Before ingesting anything, set up your taxonomy. Paperless uses three classification dimensions:
Document Types describe what the document is — Invoice, Policy Document, Renewal Notice, Statement, Certificate, Receipt, Letter. These are generic enough to apply across all correspondents.
Correspondents are who sent it — Octopus Energy, HSBC, HMRC, Zen Internet. Create these as they appear rather than front-loading every company you can think of.
Tags are the subject matter category — Insurance, Utilities, Banking, Vehicle, Medical, Tax, Subscriptions.
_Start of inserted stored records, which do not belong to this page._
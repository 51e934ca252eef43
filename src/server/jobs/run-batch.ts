/** Has one batch of a job computed, bounded by what its segment can still pay for. */
import { inWriteTransaction } from '@db/in-write-transaction.ts';
import { Job, Segment } from '@db/models/jobs.ts';
import { eventsWithinCap } from '@/domain/jobs/longest-prefix.ts';
import { stepJob } from '@/domain/jobs/job-state.ts';
import type { RunBatchAnswer } from '@workers/protocol.ts';
import { nowText } from '../clock.ts';
import { batchTask } from './batch-task.ts';
import { executor } from './executor.ts';
import { announceJobChange } from './job-changes.ts';
import type { OpenJob, WaitingBatch } from './open-job.ts';

export async function runBatch(options: {
  open: OpenJob;
  batch: WaitingBatch;
  signal: AbortSignal;
}): Promise<RunBatchAnswer> {
  const { open, batch, signal } = options;
  const job = await started(open.jobId);
  const segment = (await Segment.findByPk(batch.segmentId))!;
  const most = eventsWithinCap(segment.capMicrocredits, segment.microcreditsPerMillionEvents);
  const left = most === null ? null : Number(most - BigInt(segment.events));
  const task = batchTask({
    job,
    networks: open.networks,
    firstReplicate: batch.firstReplicate,
    replicateCount: batch.replicateCount,
    // With several points the budget would run out at one of them first, and cut the cycle elsewhere than the cap does.
    eventBudgetPerBatch:
      left === null || left > Number.MAX_SAFE_INTEGER || open.networks.length > 1 ? null : Math.max(0, left),
  });
  return executor().run(task, { signal });
}

/** The job's row; its first batch sets it running. */
async function started(jobId: string): Promise<Job> {
  const job = (await Job.findByPk(jobId))!;
  if (job.state !== 'queued') return job;
  await inWriteTransaction(async () => {
    await job.reload();
    if (!stepJob(job.state, 'running').ok || job.state !== 'queued') return;
    await job.update({ state: 'running', startedAt: job.startedAt ?? nowText() });
  });
  announceJobChange(jobId);
  return job;
}
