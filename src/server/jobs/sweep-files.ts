/** Removes what a crash left behind: half-written files, and batch files of jobs whose results stand. */
import { readdir, rm } from 'node:fs/promises';
import path from 'node:path';
import { Job } from '@db/models/jobs.ts';
import { isFinal } from '@/domain/jobs/job-state.ts';
import { jobFolder, jobsFolder, removeOutdatedFiles, unfinished } from './job-folder.ts';

/** At boot, before anything is written. Returns how many files and folders went. */
export async function sweepFiles(): Promise<number> {
  let swept = 0;
  for (const jobId of await names(jobsFolder())) {
    const folders = [jobFolder(jobId), path.join(jobFolder(jobId), 'batches')];
    for (const folder of folders)
      for (const name of await names(folder)) {
        if (!name.endsWith(unfinished)) continue;
        await rm(path.join(folder, name), { force: true });
        swept++;
      }
    if (!(await names(jobFolder(jobId))).includes('batches')) continue;
    const job = await Job.findByPk(jobId);
    if (!job || !isFinal(job.state)) continue;
    await removeOutdatedFiles(jobId, job.archiveRevision);
    swept++;
  }
  return swept;
}

/** Empty where there is no such folder. */
const names = (folder: string): Promise<string[]> => readdir(folder).catch(() => []);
These are the dimension you will actually filter by when searching ("show me all Insurance documents from 2023").
The filename format {{ created_year }}/{{ created_month }}/{{ correspondent }}/{{ title }} produces a clean directory structure on TrueNAS that makes sense even without the Paperless UI — useful if you ever need to find a document without the system running.
A few things that were not obvious from the documentation:
Gmail IMAP folder names are case-sensitive. The label in Gmail shows as Paperless (capital P). If your mail rule specifies paperless (lowercase), it will fail with a folder-not-found error every time it runs. Check the logs — Paperless will list all available folders when it cannot find the one you specified, which makes the correct name obvious.
Named Docker volumes are fragile. They live in /var/lib/docker/volumes/ and can be wiped by docker compose down -v or docker volume prune. Always use bind mounts to explicit paths for anything you care about keeping. This applies to both the database and any application config.
The PostgreSQL volume mount path matters. Mount to /var/lib/postgresql/data, not /var/lib/postgresql. The latter includes the data directory plus the version files that the container manages — mounting the parent can cause initialisation issues on first start.
Watchtower updates wipe named volumes silently. If you use Watchtower for automatic updates and your volumes are named rather than bind-mounted, an update that recreates the container will effectively reset the database to empty. This is not hypothetical.
With this setup running, the workflow becomes: an Octopus Energy bill arrives in Gmail, Gmail's filter labels it within seconds, Paperless picks it up on the next 10-minute poll, OCR runs, and it appears in the archive — tagged as Utilities, filed under Octopus Energy, with every word in the bill searchable.
Finding last year's car insurance renewal is a two-second search rather than a ten-minute email archaeology expedition. The same goes for bank statements, medical letters, Amazon invoices, subscription receipts, and anything else that arrives as a PDF.
The system runs entirely on local hardware, costs nothing beyond the electricity, and does not depend on any third-party cloud service for storage or processing. Everything is on infrastructure you control.
The version used in this setup is Paperless-NGX v2.20.11, running on PostgreSQL 18 and Redis 8, with Gotenberg 8.15 and Apache Tika 3.1.0.